▶ **Instructions for the task**
Some lines in the listing below may include the string "queueFilter". How many are there? Give only the number.

==== Records supplied

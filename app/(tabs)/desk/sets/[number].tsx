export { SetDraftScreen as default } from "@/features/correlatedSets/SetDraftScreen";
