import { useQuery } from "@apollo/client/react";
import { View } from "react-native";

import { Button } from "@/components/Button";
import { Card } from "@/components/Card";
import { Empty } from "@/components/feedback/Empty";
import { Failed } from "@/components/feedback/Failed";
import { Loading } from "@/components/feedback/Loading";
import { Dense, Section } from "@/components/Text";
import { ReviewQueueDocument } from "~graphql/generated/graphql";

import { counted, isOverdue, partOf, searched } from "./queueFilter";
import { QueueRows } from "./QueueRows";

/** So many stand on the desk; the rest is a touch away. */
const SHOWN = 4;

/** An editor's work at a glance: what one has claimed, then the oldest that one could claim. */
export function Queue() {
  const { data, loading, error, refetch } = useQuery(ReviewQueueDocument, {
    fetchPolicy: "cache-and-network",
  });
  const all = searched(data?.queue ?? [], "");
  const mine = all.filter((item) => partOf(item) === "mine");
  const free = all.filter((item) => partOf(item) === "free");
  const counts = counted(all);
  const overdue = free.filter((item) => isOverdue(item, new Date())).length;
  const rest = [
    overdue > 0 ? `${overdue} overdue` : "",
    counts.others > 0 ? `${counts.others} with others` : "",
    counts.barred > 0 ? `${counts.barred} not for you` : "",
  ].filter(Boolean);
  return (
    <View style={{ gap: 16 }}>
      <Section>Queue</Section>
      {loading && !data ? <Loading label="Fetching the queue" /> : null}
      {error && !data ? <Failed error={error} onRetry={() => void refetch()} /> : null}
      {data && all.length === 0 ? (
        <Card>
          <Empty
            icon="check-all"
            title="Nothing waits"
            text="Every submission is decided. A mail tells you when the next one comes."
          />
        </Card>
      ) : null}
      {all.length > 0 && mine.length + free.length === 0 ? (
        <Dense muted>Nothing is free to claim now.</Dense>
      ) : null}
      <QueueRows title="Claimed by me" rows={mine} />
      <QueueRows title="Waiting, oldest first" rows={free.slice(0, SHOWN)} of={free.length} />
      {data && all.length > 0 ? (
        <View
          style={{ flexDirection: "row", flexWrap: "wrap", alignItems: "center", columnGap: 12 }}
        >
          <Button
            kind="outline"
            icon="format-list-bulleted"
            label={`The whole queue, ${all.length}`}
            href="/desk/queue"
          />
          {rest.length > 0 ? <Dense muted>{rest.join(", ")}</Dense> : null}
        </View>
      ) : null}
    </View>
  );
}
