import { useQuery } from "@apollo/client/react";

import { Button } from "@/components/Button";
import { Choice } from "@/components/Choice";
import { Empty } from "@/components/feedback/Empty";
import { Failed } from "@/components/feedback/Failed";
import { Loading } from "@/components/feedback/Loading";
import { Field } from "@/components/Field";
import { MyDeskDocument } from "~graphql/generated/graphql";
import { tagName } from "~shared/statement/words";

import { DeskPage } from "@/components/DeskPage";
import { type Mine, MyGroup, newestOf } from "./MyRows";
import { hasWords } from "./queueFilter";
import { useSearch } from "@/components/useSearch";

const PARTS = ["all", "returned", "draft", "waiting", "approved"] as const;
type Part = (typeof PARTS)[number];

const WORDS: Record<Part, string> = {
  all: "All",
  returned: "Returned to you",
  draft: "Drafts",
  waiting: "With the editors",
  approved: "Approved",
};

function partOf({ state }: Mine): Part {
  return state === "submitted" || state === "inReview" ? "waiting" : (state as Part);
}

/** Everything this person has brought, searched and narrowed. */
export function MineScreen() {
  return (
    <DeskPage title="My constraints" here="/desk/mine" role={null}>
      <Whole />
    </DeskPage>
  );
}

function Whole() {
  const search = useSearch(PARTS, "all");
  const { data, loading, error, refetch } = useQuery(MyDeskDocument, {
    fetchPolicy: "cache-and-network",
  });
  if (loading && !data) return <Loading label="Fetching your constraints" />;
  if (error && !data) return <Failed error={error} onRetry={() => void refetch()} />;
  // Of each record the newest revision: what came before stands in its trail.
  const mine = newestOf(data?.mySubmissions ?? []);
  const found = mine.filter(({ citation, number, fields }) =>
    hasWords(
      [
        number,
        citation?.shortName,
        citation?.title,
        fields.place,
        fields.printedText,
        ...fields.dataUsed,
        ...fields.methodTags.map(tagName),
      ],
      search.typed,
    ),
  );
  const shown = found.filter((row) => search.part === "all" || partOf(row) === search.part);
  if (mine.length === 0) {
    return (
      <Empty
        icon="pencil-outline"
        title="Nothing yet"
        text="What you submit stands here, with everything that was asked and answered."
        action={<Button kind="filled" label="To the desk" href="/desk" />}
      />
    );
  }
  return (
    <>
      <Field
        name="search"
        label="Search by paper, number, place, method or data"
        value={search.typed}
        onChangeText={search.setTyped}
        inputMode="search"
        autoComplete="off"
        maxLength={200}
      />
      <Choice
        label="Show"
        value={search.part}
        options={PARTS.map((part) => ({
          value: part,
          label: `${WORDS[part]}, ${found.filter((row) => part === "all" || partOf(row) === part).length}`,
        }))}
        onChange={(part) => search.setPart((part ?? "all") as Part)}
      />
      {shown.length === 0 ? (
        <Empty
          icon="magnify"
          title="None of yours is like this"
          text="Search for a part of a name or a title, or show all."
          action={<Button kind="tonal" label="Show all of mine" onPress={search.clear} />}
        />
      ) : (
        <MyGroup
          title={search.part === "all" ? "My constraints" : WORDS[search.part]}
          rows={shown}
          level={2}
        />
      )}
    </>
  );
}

========

▶ **Solution for this exercise**
2